Folha de S. Paulo, 17/04/2012
Filho pra que? Por Rosely Sayão Até delivery para atender desejos de grávida chega à porta de quem quer ter filho sem ter trabalho ÀS VEZES, dá para lamentar as coisas bizarras que acontecem no mundo contemporâneo e o modo como as pessoas embarcam nelas quase que mecanicamente, sem nenhuma avaliação crítica. Mas, de vez em quando, o lamento só vem após boas gargalhadas. Que, aliás, fazem um bem danado em meio a tanta correria e insanidades. Será que você já descobriu, caro leitor, a existência de um tipo de serviço especialíssimo para casais grávidos? Eu conheci esse serviço por indicação de pessoas que ficaram abismadas com a existência dele. E, claro, se há oferta é porque há mercado, não é verdade? Então vamos começar a história bem pelo início. Uma pessoa antenada com o mundo contemporâneo consome um sonho realizável: o de fazer uma família e de ter filhos.
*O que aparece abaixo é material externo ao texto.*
export interface CalibrationAnswer {
	inductanceH: number;
	strayF: number;
	residualPpm: number | null;
	validUntil: string | null;
}

export interface ResultUnit {
	serial: string;
	testedAt: string;
	kind: 'production' | 'reference';
	temperatureC: number;
	leakageA: number;
	points: MeasuredPoint[];
}

export interface ResultsBatch {
	lot: string;
	/** Set for a study's measurements (the server stores them apart from production). */
	study?: number;
	units: ResultUnit[];
}

export interface UnitAnswer {
	serial: string;
	bin: string;
	pass: boolean;
	raw: Record<string, unknown>;
}

export interface PostAnswer {
	results: UnitAnswer[];
	replayed: boolean;
	idempotencyKey: string;
	recalibrated: boolean;
}

export type LogLevel = 'info' | 'warn' | 'error';
export type Logger = (level: LogLevel, message: string, details?: Record<string, unknown>) => void;

export interface ClientOptions {
	baseUrl: string;
	token: string;
	rng: Rng;
	fetch?: typeof fetch;
	/** Resolves after ms, or early when the signal aborts (never rejects). */
	sleep?: (ms: number, signal?: AbortSignal) => Promise<void>;
	now?: () => number;
	uuid?: () => string;
	maxAttempts?: number;
	maxTotalMs?: number;
	baseBackoffMs?: number;
	maxBackoffMs?: number;
	requestTimeoutMs?: number;
	signal?: AbortSignal;
	log?: Logger;
	/** Called before each retry (for statistics). */
	onRetry?: (reason: string) => void;
}

/** Resolves after ms or as soon as the signal aborts; assumes ms >= 0. */
export function abortableSleep(ms: number, signal?: AbortSignal): Promise<void> {
	return new Promise((resolve) => {
		if (signal?.aborted) {
			resolve();
			return;
		}
		const timer = setTimeout(done, Math.max(0, ms));
		function done(): void {
			clearTimeout(timer);
			signal?.removeEventListener('abort', done);
			resolve();
		}
		signal?.addEventListener('abort', done, { once: true });
	});
}

/** Retry-After as milliseconds: delta-seconds or an HTTP date (RFC 9110 §10.2.3); null when absent or unreadable. */
export function parseRetryAfterMs(header: string | null, nowMs: number): number | null {
	if (header === null) return null;
	const text = header.trim();
	if (/^\d+$/.test(text)) return Number(text) * 1000;
	// All three HTTP-date forms start with a day name; Date.parse alone would read "-1" as a year.
	if (!/^[A-Za-z]{3}/.test(text)) return null;
	const dateMs = Date.parse(text);
	if (Number.isNaN(dateMs)) return null;
	return Math.max(0, dateMs - nowMs);
}

/** Which kind of 409 a problem document describes; assumes the naming documented at the top of this file. */
export function classifyConflict(problem: ProblemDocument | undefined): 'calibration-required' | 'idempotency-conflict' | 'conflict' {
	const text = `${problem?.type ?? ''} ${problem?.title ?? ''}`.toLowerCase();
	if (text.includes('idempoten')) return 'idempotency-conflict';
	if (text.includes('calibrat')) return 'calibration-required';
	const detail = (problem?.detail ?? '').toLowerCase();
	if (detail.includes('idempoten')) return 'idempotency-conflict';
	if (detail.includes('calibrat')) return 'calibration-required';
	return 'conflict';
}

function isRecord(x: unknown): x is Record<string, unknown> {
	return typeof x === 'object' && x !== null && !Array.isArray(x);
}

function num(x: unknown): number | null {
	return typeof x === 'number' && Number.isFinite(x) ? x : null;
}

function str(x: unknown): string | null {
	return typeof x === 'string' ? x : null;
}

function parseProblem(body: unknown): ProblemDocument | undefined {
	if (!isRecord(body)) return undefined;
	const problem: ProblemDocument = {};
	const type = str(body.type);
	if (type !== null) problem.type = type;
	const title = str(body.title);
	if (title !== null) problem.title = title;
	const status = num(body.status);
	if (status !== null) problem.status = status;
	const detail = str(body.detail);
	if (detail !== null) problem.detail = detail;
	if (Array.isArray(body.errors)) {
		problem.errors = body.errors.filter(isRecord).map((e) => ({ path: String(e.path ?? ''), message: String(e.message ?? '') }));
	}
	return problem;
}

function parseFixture(x: unknown): Fixture | null {
	if (!isRecord(x)) return null;
	const inductanceH = num(x.inductanceH);
	const strayF = num(x.strayF);
	const blockingF = x.blockingF === null || x.blockingF === undefined ? null : num(x.blockingF);
	const arrangement = x.arrangement === 'parallel2' || x.arrangement === 'antiseries2' ? x.arrangement : 'single';
	if (inductanceH === null || strayF === null) return null;
	return { inductanceH, strayF, blockingF, arrangement };
}

/** The lenient reading of `GET /api/v1/station`'s answer; assumes the contract's shape, tolerating extra or missing fields. */
export function parseStationInfo(body: unknown): StationInfo | null {
	if (!isRecord(body)) return null;
	const station = isRecord(body.station) ? body.station : {};
	let calibration: Calibration | null = null;
	if (isRecord(body.calibration)) {
		const inductanceH = num(body.calibration.inductanceH);
		const strayF = num(body.calibration.strayF);
		if (inductanceH !== null && strayF !== null) {
			calibration = { inductanceH, strayF, at: str(body.calibration.at), validUntil: str(body.calibration.validUntil) };
		}
	}
	let plan: StationPlan | null = null;
	if (isRecord(body.plan)) {
		const points: PlanPoint[] = [];
		if (Array.isArray(body.plan.points)) {
			for (const p of body.plan.points) {
				if (!isRecord(p)) continue;
				const biasV = num(p.biasV);
				if (biasV === null) continue;
				points.push({ biasV, minF: num(p.minF), maxF: num(p.maxF) });
			}
		}
		const leakageBiasV = isRecord(body.plan.leakage) ? num(body.plan.leakage.biasV) : null;
		plan = { points, leakageBiasV, raw: body.plan };
	}
	const product = isRecord(body.product) ? body.product : null;
	const lot = isRecord(body.lot) ? body.lot : null;
	const productCode =
		str(product?.code) ?? str(body.plan && isRecord(body.plan) ? body.plan.productCode : undefined) ?? str(station.productCode) ?? str(lot?.productCode);
	const lotNumber = str(lot?.number) ?? str(station.lot) ?? str(station.lotNumber);
	return { station, fixture: parseFixture(body.fixture), calibration, plan, productCode, lotNumber, study: parseStudy(body.study) };
}

function parseStudy(x: unknown): StationStudy | null {
	if (!isRecord(x)) return null;
	const id = num(x.id);
	if (id === null) return null;
	const n = isRecord(x.next) ? x.next : null;
	const serial = str(n?.serial);
	const lot = str(n?.lot);
	const trial = num(n?.trial);
	const biasV = Array.isArray(x.biasV) ? x.biasV.map(num).filter((v): v is number => v !== null && v >= 0) : [];
	return { id, productCode: str(x.productCode), next: serial !== null && lot !== null && trial !== null ? { serial, lot, trial } : null, biasV };
}

function parseCalibrationAnswer(body: unknown): CalibrationAnswer | null {
	if (!isRecord(body)) return null;
	const inductanceH = num(body.inductanceH);
	const strayF = num(body.strayF);
	if (inductanceH === null || strayF === null) return null;
	return { inductanceH, strayF, residualPpm: num(body.residualPpm), validUntil: str(body.validUntil) };
}

function parseResults(body: unknown): UnitAnswer[] | null {
	if (!isRecord(body) || !Array.isArray(body.results)) return null;
	return body.results.filter(isRecord).map((r) => ({
		serial: String(r.serial ?? ''),
		bin: r.bin === undefined || r.bin === null ? '?' : String(r.bin),
		pass: r.pass === true,
		raw: r
	}));
}

interface RawResponse {
	status: number;
	headers: Headers;
	body: unknown;
}

type Attempted = { ok: true; response: RawResponse; attempts: number } | { ok: false; error: ClientError; attempts: number };

/** One station's connection to the server; assumes a base URL like `http://127.0.0.1:3000`. */
export class StationClient {
	readonly #options: Required<Omit<ClientOptions, 'signal' | 'log' | 'onRetry'>> & Pick<ClientOptions, 'signal' | 'log' | 'onRetry'>;

	constructor(options: ClientOptions) {
		this.#options = {
			fetch: globalThis.fetch.bind(globalThis),
			sleep: abortableSleep,
			now: () => Date.now(),
			uuid: () => crypto.randomUUID(),
			maxAttempts: 6,
			maxTotalMs: 60_000,
			baseBackoffMs: 250,
			maxBackoffMs: 10_000,
			requestTimeoutMs: 15_000,
			...options,
			baseUrl: options.baseUrl.replace(/\/+$/, '')
		};
	}

	/** `GET /api/v1/station`: this station, its fixture, calibration in force and plan. */
	async getStation(): Promise<ClientResult<StationInfo>> {
		const attempt = await this.#send('GET', '/api/v1/station', undefined, {});
		if (!attempt.ok) return attempt;
		const { response } = attempt;
		if (response.status !== 200) return this.#finalError(response, attempt.attempts, 'GET /api/v1/station');
		const info = parseStationInfo(response.body);
		if (info === null) return { ok: false, error: { code: 'bad-response', message: 'station answer is not an object', status: response.status }, attempts: attempt.attempts };
		return { ok: true, value: info, status: response.status, attempts: attempt.attempts };
	}

	/** `POST /api/v1/calibrations` with two or more reference readings. */
	async calibrate(references: readonly ReferenceReading[]): Promise<ClientResult<CalibrationAnswer>> {
		// No idempotency key in the contract here: a repeated calibration with the same readings is harmless.
		const attempt = await this.#send('POST', '/api/v1/calibrations', { references }, {});
		if (!attempt.ok) return attempt;
		const { response } = attempt;
		if (response.status !== 201 && response.status !== 200) return this.#finalError(response, attempt.attempts, 'POST /api/v1/calibrations');
		const answer = parseCalibrationAnswer(response.body);
		if (answer === null) return { ok: false, error: { code: 'bad-response', message: 'calibration answer lacks inductanceH/strayF', status: response.status }, attempts: attempt.attempts };
		return { ok: true, value: answer, status: response.status, attempts: attempt.attempts };
	}

	/**
	 * `POST /api/v1/results` under one Idempotency-Key reused across retries. `recalibrate` is called
	 * on a 409 calibration-required and should resolve true when a new calibration is in force.
	 * `body` is normally a ResultsBatch; any object is sent as is (the simulator's malformed payloads).
	 */
	async postResults(body: ResultsBatch | object, options: { idempotencyKey?: string; recalibrate?: () => Promise<boolean> } = {}): Promise<ClientResult<PostAnswer>> {
		let key = options.idempotencyKey ?? this.#options.uuid();
		let recalibrated = false;
		let attemptsTotal = 0;
		for (;;) {
			const attempt = await this.#send('POST', '/api/v1/results', body, { 'Idempotency-Key': key });
			attemptsTotal += attempt.attempts;
			if (!attempt.ok) return { ok: false, error: attempt.error, attempts: attemptsTotal };
			const { response } = attempt;
			if (response.status === 201 || response.status === 200) {
				const results = parseResults(response.body);
				if (results === null) return { ok: false, error: { code: 'bad-response', message: 'results answer lacks `results`', status: response.status }, attempts: attemptsTotal };
				const replayed = response.headers.get('idempotent-replayed') === 'true';
				return { ok: true, value: { results, replayed, idempotencyKey: key, recalibrated }, status: response.status, attempts: attemptsTotal };
			}
			if (response.status === 409) {
				const problem = parseProblem(response.body);
				const kind = classifyConflict(problem);
				if (kind === 'calibration-required' && !recalibrated && options.recalibrate) {
					this.#options.log?.('warn', 'results refused: no calibration in force; recalibrating', { problem });
					recalibrated = true;
					const done = await options.recalibrate();
					if (done && !this.#options.signal?.aborted) {
						key = this.#options.uuid();
						this.#options.onRetry?.('recalibrated');
						continue;
					}
				}
			}
			const final = this.#finalError(response, 0, 'POST /api/v1/results');
			return { ok: false, error: final.error, attempts: attemptsTotal };
		}
	}

	#finalError(response: RawResponse, attempts: number, what: string): { ok: false; error: ClientError; attempts: number } {
		const problem = parseProblem(response.body);
		const status = response.status;
		let code: ClientErrorCode;
		if (status === 401) code = 'unauthorized';
		else if (status === 403) code = 'forbidden';
		else if (status === 404) code = 'not-found';
		else if (status === 409) code = classifyConflict(problem);
		else if (status === 413) code = 'too-large';
		else if (status >= 400 && status < 500) code = 'rejected';
		else code = 'bad-response';
		const message = `${what} answered ${status}${problem?.title ? ` ${problem.title}` : ''}${problem?.detail ? `: ${problem.detail}` : ''}`;
		const error: ClientError = { code, message, status };
		if (problem) error.problem = problem;
		this.#options.log?.('error', message, problem?.errors ? { errors: problem.errors, type: problem.type } : { type: problem?.type });
		return { ok: false, error, attempts };
	}

	/** Sends with retries on network errors, 5xx and 429; returns the first other response. */
	async #send(method: string, path: string, body: unknown, extraHeaders: Record<string, string>): Promise<Attempted> {
		const o = this.#options;
		const startedMs = o.now();
		const payload = body === undefined ? undefined : JSON.stringify(body);
		let attempts = 0;
		for (;;) {
			if (o.signal?.aborted) return { ok: false, error: { code: 'stopped', message: 'stopped' }, attempts };
			attempts += 1;
			let retryReason: string;
			let retryAfterMs: number | null = null;
			let lastStatus: number | undefined;
			try {
				const timeout = AbortSignal.timeout(o.requestTimeoutMs);
				const signal = o.signal ? AbortSignal.any([timeout, o.signal]) : timeout;
				const headers: Record<string, string> = { Authorization: `Bearer ${o.token}`, Accept: 'application/json, application/problem+json', ...extraHeaders };
				if (payload !== undefined) headers['Content-Type'] = 'application/json';
				const init: RequestInit = { method, headers, signal };
				if (payload !== undefined) init.body = payload;
				const res = await o.fetch(`${o.baseUrl}${path}`, init);
				const text = await res.text();
				let parsed: unknown = null;
				if (text.length > 0) {
					try {
						parsed = JSON.parse(text);
					} catch {
						parsed = text;
					}
				}
				if (res.status !== 429 && res.status < 500) return { ok: true, response: { status: res.status, headers: res.headers, body: parsed }, attempts };
				lastStatus = res.status;
				retryAfterMs = parseRetryAfterMs(res.headers.get('retry-after'), o.now());
				retryReason = `${res.status}`;
			} catch (err) {
				if (o.signal?.aborted) return { ok: false, error: { code: 'stopped', message: 'stopped' }, attempts };
				retryReason = `network: ${err instanceof Error ? (err.cause instanceof Error ? err.cause.message : err.message) : String(err)}`;
			}
			const backoff = Math.min(o.maxBackoffMs, o.baseBackoffMs * 2 ** (attempts - 1));
			// Full jitter keeps many stations from retrying in lockstep after a shared outage.
			const delayMs = retryAfterMs ?? Math.round(o.rng.next() * backoff);
			const elapsedMs = o.now() - startedMs;
			if (attempts >= o.maxAttempts || elapsedMs + delayMs > o.maxTotalMs) {
				const error: ClientError = { code: lastStatus === undefined ? 'network' : 'gave-up', message: `${method} ${path}: gave up after ${attempts} attempt(s), last ${retryReason}` };
				if (lastStatus !== undefined) error.status = lastStatus;
				if (retryAfterMs !== null) error.retryAfterMs = retryAfterMs;
				o.log?.('warn', error.message);
				return { ok: false, error, attempts };
			}
			o.onRetry?.(retryReason);
			await o.sleep(delayMs, o.signal);
		}
	}
}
Há coisa mais sedutora do que a ideia de uma família feliz? Não há, tanto que os adesivos "felizes" se proliferam nas traseiras dos carros, como já comentei aqui. Mas não é com imagens ideais que se constrói uma família e que se cria filhos, não é verdade? A realidade é bem diferente: desde a fase do encontro amoroso, passando pelo casamento e pela gravidez, tudo dá um trabalho danado. E o que dizer, então, da lida com as crianças depois que elas nascem? Relacionar-se amorosamente está difícil, casar está caro porque todo mundo quer um casamento pomposo, o período da gravidez não é apenas essa maravilha que pintam, tem seus percalços... Superados todos esses obstáculos para a realização do sonho, chegamos finalmente ao ponto da gravidez. A mulher -ou o casal- precisa pensar em tanta coisa... São médicos e consultas, exames laboratoriais, alimentação balanceada, exercícios físicos adequados etc. E tudo isso é só para buscar a saúde física da gestante e do bebê. Há muito mais a ser providenciado: vestuário para a mulher e para o bebê, maternidade, acessórios necessários, adequação da casa para a chegada de uma criança etc. etc. etc. Ah! Há também o registro das imagens de todo o desenvolvimento da gravidez, do nascimento, da chegada do bebê em casa. E os eventos que costumam acontecer precisam ser planejados, afinal. Agora os casais que podem -e isso significa ter posses para tanto- não precisam de mais nada: apenas da contratação desse serviço de planejamento e acompanhamento da
gravidez e do nascimento do filho. Pronto: um telefonema e tudo se resolve como num passe de mágica. Até mesmo, caro leitor, aquele desejo de uma fruta no meio da madrugada que a mulher manifesta caprichosa e desesperadamente se resolve só com um telefonema. Isso significa que todos podem dormir tranquilos porque o sonho de ter um filho não mais dará trabalho algum. Não exigirá mais, para os casais que contratarem tal serviço, compromisso, disponibilidade, tomada de decisões, tempo, dedicação. Só exigirá mesmo dinheiro. Sair de madrugada para comprar um medicamento ou procurar uma fruta? Esqueça. O serviço funciona 24 horas. O gesto amoroso de o marido sair em busca de algo para acalmar sua mulher grávida será substituído por um simples telefonema. Ainda não consegui sair da fase das gargalhadas ao imaginar a cena do delivery de desejos de grávidas... Mas sei que vai durar pouco, por isso vou aproveitar e sugerir, caro leitor, que você faça a mesma coisa: ria. É que será inevitável logo mais chegarmos ao ponto de ter de encarar a pergunta: "Por que mesmo as pessoas querem ter filhos?". ROSELY SAYÃO é psicóloga e autora de "Como Educar Meu Filho?" (Publifolha)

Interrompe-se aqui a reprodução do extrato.